# [Exercise goal]
In the entries below, find the line with "worded = len(texts)" and the line with "if place is None and". Return those two lines and all lines between them, exactly.

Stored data
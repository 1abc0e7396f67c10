"""The numbers of a column that should hold numbers, and the texts that stand among them."""

import re
from dataclasses import dataclass

import numpy as np

from clinicalc.assessment.findings import Grade
from clinicalc.coefficients.pointers import listed, quoted
from clinicalc.cohort.cells import read_number
from clinicalc.cohort.missing_cells import MISSING_WORDS, find_missing
from clinicalc.cohort.problems import DataProblem, ProblemCode
from clinicalc.cohort.raw import Numbers, RawColumn
from clinicalc.cohort.sightings import Lines, Mask, name_column, see

_DATE = re.compile(r"\d{1,4}[-./]\d{1,2}[-./]\d{1,4}")


@dataclass(frozen=True, slots=True, eq=False)
class NumberCells:
    """`numbers` are NaN where `missing` holds, and where `texts` holds: a text that is no number."""

    numbers: Numbers
    missing: Mask
    texts: Mask


def take_numbers(raw: RawColumn, missing: tuple[str, ...] = ()) -> NumberCells:
    """The column as numbers; texts that are numbers all the same ("007") are taken as such."""
    absent = find_missing(raw, missing)
    numbers = np.where(absent, np.nan, raw.numbers)
    texts = np.zeros(len(numbers), dtype=np.bool_)
    if raw.codes is not None:
        read = np.array([_read_anyway(text) for text in raw.levels] + [np.nan])[raw.codes]
        spoken = (raw.codes >= 0) & ~absent
        numbers = np.where(spoken, read, numbers)
        texts = spoken & np.isnan(read)
    return NumberCells(numbers, absent, texts)


def tell_texts(raw: RawColumn, cells: NumberCells, lines: Lines, label: str) -> DataProblem | None:
    """The stop about texts among the numbers, with the likely slip; None where there are none."""
    if not cells.texts.any():
        return None
    seen, named = see(cells.texts, lines), name_column(raw.name, label)
    rows = np.flatnonzero(cells.texts)
    examples = list(dict.fromkeys(raw.text(int(row)) for row in rows[:2000]))
    if np.isnan(cells.numbers).all():
        sentence = (
            f"{named} should hold numbers and holds only texts, such as {listed(map(quoted, examples[:3]))}. "
            "Perhaps another column was meant; name the right one in the dictionary."
        )
    else:
        sentence = (
            f"{named} should hold numbers and holds {listed(map(quoted, examples[:3]))} {seen.words}. "
            f"{_likely_slip(examples[0])}"
        )
    return DataProblem(Grade.STOP, raw.name, ProblemCode.TEXT_IN_NUMBERS, seen.count, seen.lines, sentence)


def _read_anyway(text: str) -> float:
    number = read_number(text, exactly=False)
    return np.nan if number is None else number


def _likely_slip(text: str) -> str:
    if text.casefold() in MISSING_WORDS:
        return f"If it means that nothing was measured, name it: missing = [{quoted(text)}]."
    if read_number(text, ",", exactly=False) is not None or read_number(text.replace(",", "")) is not None:
        return "Points and commas are mixed in it: write every decimal in the way of the rest of the file."
    if text[0] in "<>≤≥":
        return "The limit of an assay is no value: decide what stands for it, write that, and say so with the model."
    if _DATE.fullmatch(text):
        return "It looks like a date: perhaps another column was meant."
    if text[0].isdigit():
        return "The unit belongs into the dictionary, the number alone into the cell. Correct these cells."
    return f"Correct these cells; if the text means that nothing was measured, name it: missing = [{quoted(text)}]."
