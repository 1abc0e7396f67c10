"""Whether a column may be the value of a predictor: its unit, its missing codes, its level texts, and why."""

from dataclasses import dataclass, replace

import numpy as np

from clinicalc.assessment.numerals import plain_range
from clinicalc.coefficients.answers import find_answer
from clinicalc.coefficients.pointers import listed, quoted
from clinicalc.coefficients.schema import ChoicePredictor, NumberPredictor, Predictor
from clinicalc.cohort.answer_column import Question, answer_values
from clinicalc.cohort.cells import read_number
from clinicalc.cohort.dictionary import ColumnEntry
from clinicalc.cohort.matching import match_cells
from clinicalc.cohort.measure import measure_of
from clinicalc.cohort.missing_cells import MISSING_CODES, MISSING_WORDS, find_missing, stray_codes
from clinicalc.cohort.raw import Numbers, RawColumn
from clinicalc.cohort.sightings import count_words, share_words
from clinicalc.units.fitting import possible_in, usual_in
from clinicalc.units.quantity import quantity
from clinicalc.units.unit import unit

_LOOKED_AT = 50_000
"""Rows that are looked at; a proposal is read by a person before it counts."""

_FALSE_TRUE = (("0", "1"), ("false", "true"), ("n", "y"), ("no", "yes"))


@dataclass(frozen=True, slots=True)
class ValueProposal:
    """An entry with its reason, and how well the cells fit it (0 to 1).

    `speaks` where the texts are words, all of them answers of a choice: they would do without a name that is like it.
    """

    entry: ColumnEntry
    fit: float
    speaks: bool = False


def head_of(raw: RawColumn) -> RawColumn:
    """The first rows of a column, with the texts that stand in them."""
    if raw.codes is None:
        return RawColumn(raw.name, raw.numbers[:_LOOKED_AT])
    used, codes = np.unique(np.append(raw.codes[:_LOOKED_AT], -1), return_inverse=True)
    levels = tuple(raw.levels[int(place)] for place in used[1:])
    return RawColumn(raw.name, raw.numbers[:_LOOKED_AT], (codes[:-1] - 1).astype(np.int32), levels)


def propose_value(raw: RawColumn, predictor: Predictor) -> ValueProposal:
    """How the column would be explained, were it the value of the predictor."""
    raw = head_of(raw)
    if isinstance(predictor, NumberPredictor):
        return _propose_number(raw, predictor)
    return _propose_answers(raw, predictor)


def _propose_number(raw: RawColumn, predictor: NumberPredictor) -> ValueProposal:
    words = tuple(text for text, _ in raw.used_levels if text.casefold() in MISSING_WORDS)
    texts = sum(count for text, count in raw.used_levels if text not in words and read_number(text) is None)
    texts -= sum(count for text, count in raw.used_levels if text.casefold() in ("na", "nan", "."))
    numbers = raw.numbers[np.isfinite(raw.numbers)]
    entry = ColumnEntry(raw.name, predictor=predictor.id, missing=words)
    if not len(numbers):
        return ValueProposal(entry, 0.0)
    code, codes, fit, why = _choose_unit(numbers, predictor)
    entry = replace(entry, unit=code, missing=(*words, *(f"{one:g}" for one in codes)))
    if entry.missing:
        why += f" Taken for not measured, since it can be no value: {listed(map(quoted, entry.missing))}."
    return ValueProposal(replace(entry, reason=why), fit * len(numbers) / (len(numbers) + max(texts, 0)))


def _choose_unit(numbers: Numbers, predictor: NumberPredictor) -> tuple[str, tuple[float, ...], float, str]:
    """The unit in which most values are usual, the missing codes there, that share, and the reason."""
    kind = quantity(predictor.quantity)
    if kind.usual is None:
        codes = stray_codes(numbers)
        return predictor.unit, codes, 0.8, f"It holds numbers from {numbers.min():g} to {numbers.max():g}."
    factor = measure_of(predictor, ColumnEntry("")).field.factor
    best: tuple[float, str, tuple[float, ...]] = (-1.0, predictor.unit, ())
    # the predictor's own unit first: another has to fit better
    for code in (predictor.unit, *(other for other in kind.units if other != predictor.unit)):
        usual, possible = usual_in(kind, code, factor), possible_in(kind, code, factor)
        if usual is None or possible is None:
            continue
        codes = tuple(one for one in MISSING_CODES if not possible.contains(one) and (numbers == one).any())
        kept = numbers[~np.isin(numbers, codes)] if codes else numbers
        share = float(((kept >= usual.low) & (kept <= usual.high)).mean()) if len(kept) else 0.0
        if share > best[0] + 0.02:
            best = (share, code, codes)
    share, code, codes = best
    usual = usual_in(kind, code, factor)
    part = share_words(round(share * len(numbers)), len(numbers))
    where = "" if usual is None else plain_range(usual.low, usual.high, unit(code).spelling)
    return code, codes, share, f"{part} of its values are usual for {kind.label} ({where})."


def _propose_answers(raw: RawColumn, question: Question) -> ValueProposal:
    missing = find_missing(raw)
    found = match_cells(raw, {}, missing).found
    ids = [(id, label) for id, label, _ in answer_values(question)]
    words = tuple(text for text, _ in found if text.casefold() in MISSING_WORDS and find_answer(text, ids) is None)
    texts = [text for text, _ in found if text not in words]
    entry = ColumnEntry(raw.name, predictor=question.id, missing=words)
    if not texts or len(texts) > 4 * len(ids):
        return ValueProposal(entry, 0.0)
    taken = _answer_texts(texts, ids, is_choice=isinstance(question, ChoicePredictor))
    fit = sum(text in taken for text in texts) / len(texts)
    levels = tuple((id, text) for text, id in taken.items() if id != text)
    said = f"Its texts are {count_words(found, 4)}"
    said += f"; {listed(f'{quoted(text)} taken for {id}' for text, id in taken.items())}." if taken else "."
    worded = len(texts) > 1 and all(len(text) > 1 and not text.isdigit() for text in texts)
    speaks = fit == 1.0 and worded and isinstance(question, ChoicePredictor)
    return ValueProposal(replace(entry, levels=levels, reason=said), fit, speaks)


def _answer_texts(texts: list[str], ids: list[tuple[str, str]], *, is_choice: bool) -> dict[str, str]:
    """Which answer each text may stand for: its id or label, else its first letters where only one answer has them."""
    taken: dict[str, str] = {}
    for text in texts:
        place = find_answer(text, ids)
        if place is None and not is_choice:
            place = next((pair.index(text.casefold()) for pair in _FALSE_TRUE if text.casefold() in pair), None)
        if place is None:
            starts = [
                spot
                for spot, pair in enumerate(ids)
                if any(name.casefold().startswith(text.casefold()) for name in pair)
            ]
            place = starts[0] if len(starts) == 1 else None
        if place is not None:
            taken[text] = ids[place][0]
    return taken
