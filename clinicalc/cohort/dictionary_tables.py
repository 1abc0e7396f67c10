"""The data dictionary that the [cohort] tables of a file give, and what is wrong with them."""

from collections.abc import Iterator, Mapping

from msgspec import UNSET, UnsetType

from clinicalc.coefficients.pointers import listed, point, quoted, suggest
from clinicalc.cohort.cohort_tables import (
    BinaryTable,
    Cells,
    CohortTable,
    ColumnTable,
    TimeToEventTable,
    spell_cells,
)
from clinicalc.cohort.dictionary import ColumnEntry, DataDictionary, OutcomeKind, OutcomePlan
from clinicalc.errors import Problem


def make_dictionary(cohort: CohortTable, predictors: tuple[str, ...], cluster: str) -> DataDictionary:
    """What the study says of its file; a predictor without a table stands in a column of its own name."""
    entries = [_entry_of(id, cohort.columns.get(id, ColumnTable())) for id in predictors]
    return DataDictionary(
        file=cohort.file,
        person=_text(cohort.person),
        cluster=cluster,
        outcome=_plan_of(cohort.outcome),
        columns=tuple(entries),
    )


def find_cohort_problems(cohort: CohortTable, answers: Mapping[str, tuple[str, ...] | None]) -> Iterator[Problem]:
    """What the [cohort] tables say wrongly. `answers` has the answers of each predictor, None for a number."""
    if isinstance(cohort.outcome, TimeToEventTable):
        yield from _find_time_problems(cohort.outcome)
    yield from _find_double_texts(cohort.outcome)
    for id, column in cohort.columns.items():
        path = point("/cohort/columns", id)
        if id not in answers:
            yield Problem(path, f"there is no predictor {quoted(id)}.{suggest(id, answers)}")
        elif not isinstance(column.levels, UnsetType):
            yield from _find_level_problems(id, column.levels, answers[id], path)
            yield from _find_double_levels(column, column.levels, path)
        if answers.get(id) is not None and not isinstance(column.unit, UnsetType):
            yield Problem(
                point(path, "unit"), f"{quoted(id)} is a question, and its answers have no unit. Leave it out."
            )


def _entry_of(id: str, table: ColumnTable) -> ColumnEntry:
    levels = {} if isinstance(table.levels, UnsetType) else table.levels
    return ColumnEntry(
        column=_text(table.column) or id,
        predictor=id,
        unit=_text(table.unit),
        levels=tuple((answer, text) for answer, cells in levels.items() for text in spell_cells(cells)),
        missing=spell_cells(table.missing),
    )


def _plan_of(table: TimeToEventTable | BinaryTable) -> OutcomePlan:
    if isinstance(table, BinaryTable):
        return OutcomePlan(
            kind=OutcomeKind.BINARY,
            column=table.column,
            event=spell_cells(table.event),
            no_event=spell_cells(table.no_event),
        )
    return OutcomePlan(
        kind=OutcomeKind.TIME_TO_EVENT,
        time=_text(table.time),
        status=table.status,
        entry=_text(table.entry),
        start=_text(table.start),
        end=_text(table.end),
        born=_text(table.born),
        unit=_text(table.unit) or "d",
        event=spell_cells(table.event),
        censored=spell_cells(table.censored),
        competing=spell_cells(table.competing),
    )


def _find_time_problems(table: TimeToEventTable) -> Iterator[Problem]:
    path = "/cohort/outcome"
    has_time, has_dates = table.time is not UNSET, table.start is not UNSET or table.end is not UNSET
    if has_time == has_dates:
        yield Problem(
            path,
            "the time must be given either as a column, time = ..., unit = ..., or by two dates, start = ..., "
            f"end = ...; found {'both' if has_time else 'neither'}.",
        )
    elif has_time and table.unit is UNSET:
        yield Problem(path, 'the unit of the time is missing: unit = "d", "wk", "mo" or "a" (years).')
    elif has_dates:
        if table.start is UNSET or table.end is UNSET:
            yield Problem(path, "both dates are needed, start = ... and end = ....")
        if table.unit is not UNSET and table.unit != "d":
            yield Problem(point(path, "unit"), "between dates time is counted in days. Leave the unit out.")
        if table.entry is not UNSET:
            yield Problem(point(path, "entry"), "with dates people come under observation at start. Leave it out.")
    if table.born is not UNSET:
        yield Problem(
            point(path, "born"),
            "with age as the time a probability depends on the age at which somebody asks, and a coefficient file has "
            "one baseline for everybody. Leave born out: time then counts from start, and age is a predictor.",
        )


def _find_double_texts(table: TimeToEventTable | BinaryTable) -> Iterator[Problem]:
    names = ("event", "no_event") if isinstance(table, BinaryTable) else ("event", "censored", "competing")
    seen: dict[str, str] = {}
    for name in names:
        for text in spell_cells(getattr(table, name)):
            if text in seen:
                yield Problem(
                    point("/cohort/outcome", name),
                    f"{quoted(text)} stands for {quoted(seen[text])} as well. Each text means one thing.",
                )
            seen.setdefault(text, name)


def _find_level_problems(
    id: str, levels: Mapping[str, object], known: tuple[str, ...] | None, path: str
) -> Iterator[Problem]:
    if known is None:
        yield Problem(point(path, "levels"), f"{quoted(id)} is a number and has no answers. Leave the levels out.")
        return
    for answer in levels:
        if answer not in known:
            which = f" It has {listed(map(quoted, known))}." if len(known) > 8 else suggest(answer, known)
            yield Problem(point(path, "levels", answer), f"{quoted(answer)} is no answer to {quoted(id)}.{which}")


def _find_double_levels(column: ColumnTable, levels: Mapping[str, Cells], path: str) -> Iterator[Problem]:
    """Texts that stand for two answers, or for an answer and for a missing value: one of the two would be lost."""
    missing = {text.strip().casefold() for text in spell_cells(column.missing)}
    seen: dict[str, str] = {}
    for answer, cells in levels.items():
        for text in (cell.strip() for cell in spell_cells(cells)):
            other = seen.setdefault(text, answer)
            if other != answer:
                what = f"{quoted(text)} stands for {quoted(other)} as well. Each text means one thing."
                yield Problem(point(path, "levels", answer), what)
            if text.casefold() in missing:
                what = f"{quoted(text)} is named under missing as well. Each text means one thing."
                yield Problem(point(path, "levels", answer), what)


def _text(value: str | UnsetType) -> str:
    return "" if isinstance(value, UnsetType) else value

# [Result]
    worded = len(texts) > 1 and all(len(text) > 1 and not text.isdigit() for text in texts)
    speaks = fit == 1.0 and worded and isinstance(question, ChoicePredictor)
    return ValueProposal(replace(entry, levels=levels, reason=said), fit, speaks)


def _answer_texts(texts: list[str], ids: list[tuple[str, str]], *, is_choice: bool) -> dict[str, str]:
    """Which answer each text may stand for: its id or label, else its first letters where only one answer has them."""
    taken: dict[str, str] = {}
    for text in texts:
        place = find_answer(text, ids)
        if place is None and not is_choice:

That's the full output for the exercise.